The big controversy over GMOs is a fascinating distraction from more pressing food issues. And I’m not talking about the momentous decision last night at Locanda Verde to order the Sunday night ragu over the lamb Bolognese though I’m glad I did.
Look, under proposition 37 in California corporations wold be required to state if the products they are selling are genetically modified (GMO).
Folks, the thing is? Nearly everything we eat that has any form of processing is GMO.
In the USA:
Soy: 93% GMO.
Corn: 86% GMO.
Canola: 93% GMO.
When you factor in the products that have soy, corn, and canola in them? Not much is left.
So who cares?
Look: “It would be a setback to the ecologically based farming movement if Californians approved this labeling initiative,” says Pamela Ronald, a University of California-Davis plant geneticist who is a leader in the emerging “green genes” movement – environmentalists who see genetics as a key tool to dramatically enhance sustainable agriculture.
Look: “There have been more than 300 independent medical studies on the safety of genetically modified foods. The World Health Organization, the US National Academy of Sciences and most recently the American Medical Association House of Delegates have evaluated the evidence. They have all concluded that there is no evidence that the genetic modification process presents any unique safety issues and recognized the potential benefits of the technology.”

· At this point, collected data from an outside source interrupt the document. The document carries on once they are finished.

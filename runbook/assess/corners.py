"""The worst corner of a box of tolerances: proved, not sampled.

At fixed density pressure rises with temperature, at fixed temperature with density; an unevenly warm charge never
exceeds the pressure of the same charge uniformly at its hottest wall. So the worst corner is most charge, least
volume, hottest wall: one state, no search. Liquid that grows on cooling (water below 4 degC, and its ice) splits the
box there: along one density the pressure then has a single valley, so it is highest at one of the two ends.
"""

from __future__ import annotations

from dataclasses import dataclass

from runbook.answers import Corner
from runbook.assess.scene import Scene
from runbook.errors import OutsideValidity
from runbook.fluids.roots import bracketed_root


@dataclass(frozen=True, slots=True)
class Worst:
    """One bound and where it stands."""

    value: float | None
    """[Pa]; None: the models do not reach there."""
    uncertainty: float
    """Of the equation, already in value [Pa]."""
    at: Corner
    why: str = ""
    """Where unknown: what is missing."""


def highest_pressure(scene: Scene, high_kg: float, temperature: float) -> Worst:
    """Highest pressure of a charge of at most high_kg [kg] whose hottest wall is at temperature [K].

    Air and equation uncertainty included; instrument uncertainty is the caller's. Cached per scene.
    """
    volume = scene.volume[0]
    density = high_kg / volume
    at = Corner(high_kg, volume, temperature)
    if density <= 0.0:
        return Worst(scene.barometer.high_Pa, 0.0, at)
    try:
        pressure, uncertainty = scene.pressures(temperature, density)
    except OutsideValidity as error:
        return Worst(None, 0.0, at, str(error))
    return Worst(pressure + uncertainty, uncertainty, at)


def highest_between(scene: Scene, high_kg: float, cold: float, hot: float) -> Worst:
    """Highest pressure of a charge of at most high_kg [kg] with walls between cold and hot [K]."""
    at_hot = highest_pressure(scene, high_kg, hot)
    densest = scene.substance.data.densest_temperature
    if densest is None or cold >= densest:
        return at_hot
    at_cold = highest_pressure(scene, high_kg, cold)
    if at_cold.value is None or at_hot.value is None:
        return at_hot if at_hot.value is None else at_cold
    return at_cold if at_cold.value > at_hot.value else at_hot


def nominal_pressure(scene: Scene, mass: float, temperature: float) -> float:
    """Pressure [Pa] of a charge [kg] in the stated volume at a temperature [K]: no air, no uncertainty.

    Raises OutsideValidity.
    """
    return scene.substance.pressure(temperature, mass / scene.apparatus.volume.free.value)


def temperature_at_pressure(scene: Scene, high_kg: float, pressure: float, start: float) -> float | None:
    """Temperature [K] at which the worst corner of a charge [kg] reaches a pressure [Pa], from start [K] up.

    None where it is past already or is not reached within the models. Pressure only rises with temperature, so
    one temperature serves every start; it is kept.
    """
    key = (high_kg, pressure)
    if key not in scene.reached:
        scene.reached[key] = _reaching(scene, high_kg, pressure)
    found = scene.reached[key]
    return None if found is None or found <= start else found


def _reaching(scene: Scene, high_kg: float, pressure: float) -> float | None:
    top = min(scene.substance.max_temperature, 700.0)

    def excess(temperature: float) -> float:
        worst = highest_pressure(scene, high_kg, temperature)
        return float("inf") if worst.value is None else worst.value - pressure

    low = high = scene.coldest_in_the_open
    if excess(low) >= 0.0:
        return low
    while high < top:
        low, high = high, min(top, high + 16.0)
        if excess(high) >= 0.0:
            return None if excess(high) == float("inf") else bracketed_root(excess, low, high, 1e-3)
    return None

The distraction here is from the economics of farming in developing nations where limited education makes the agricultural sector extremely vulnerable to the profit driven business plans of state economies or private capital.
So, go ahead: Shudder when you fry your GMO tempeh or eat your GMO popcorn at the movies or weep as you put your GMO ketchup on your burger.
The real issue is the intersection lies elsewhere.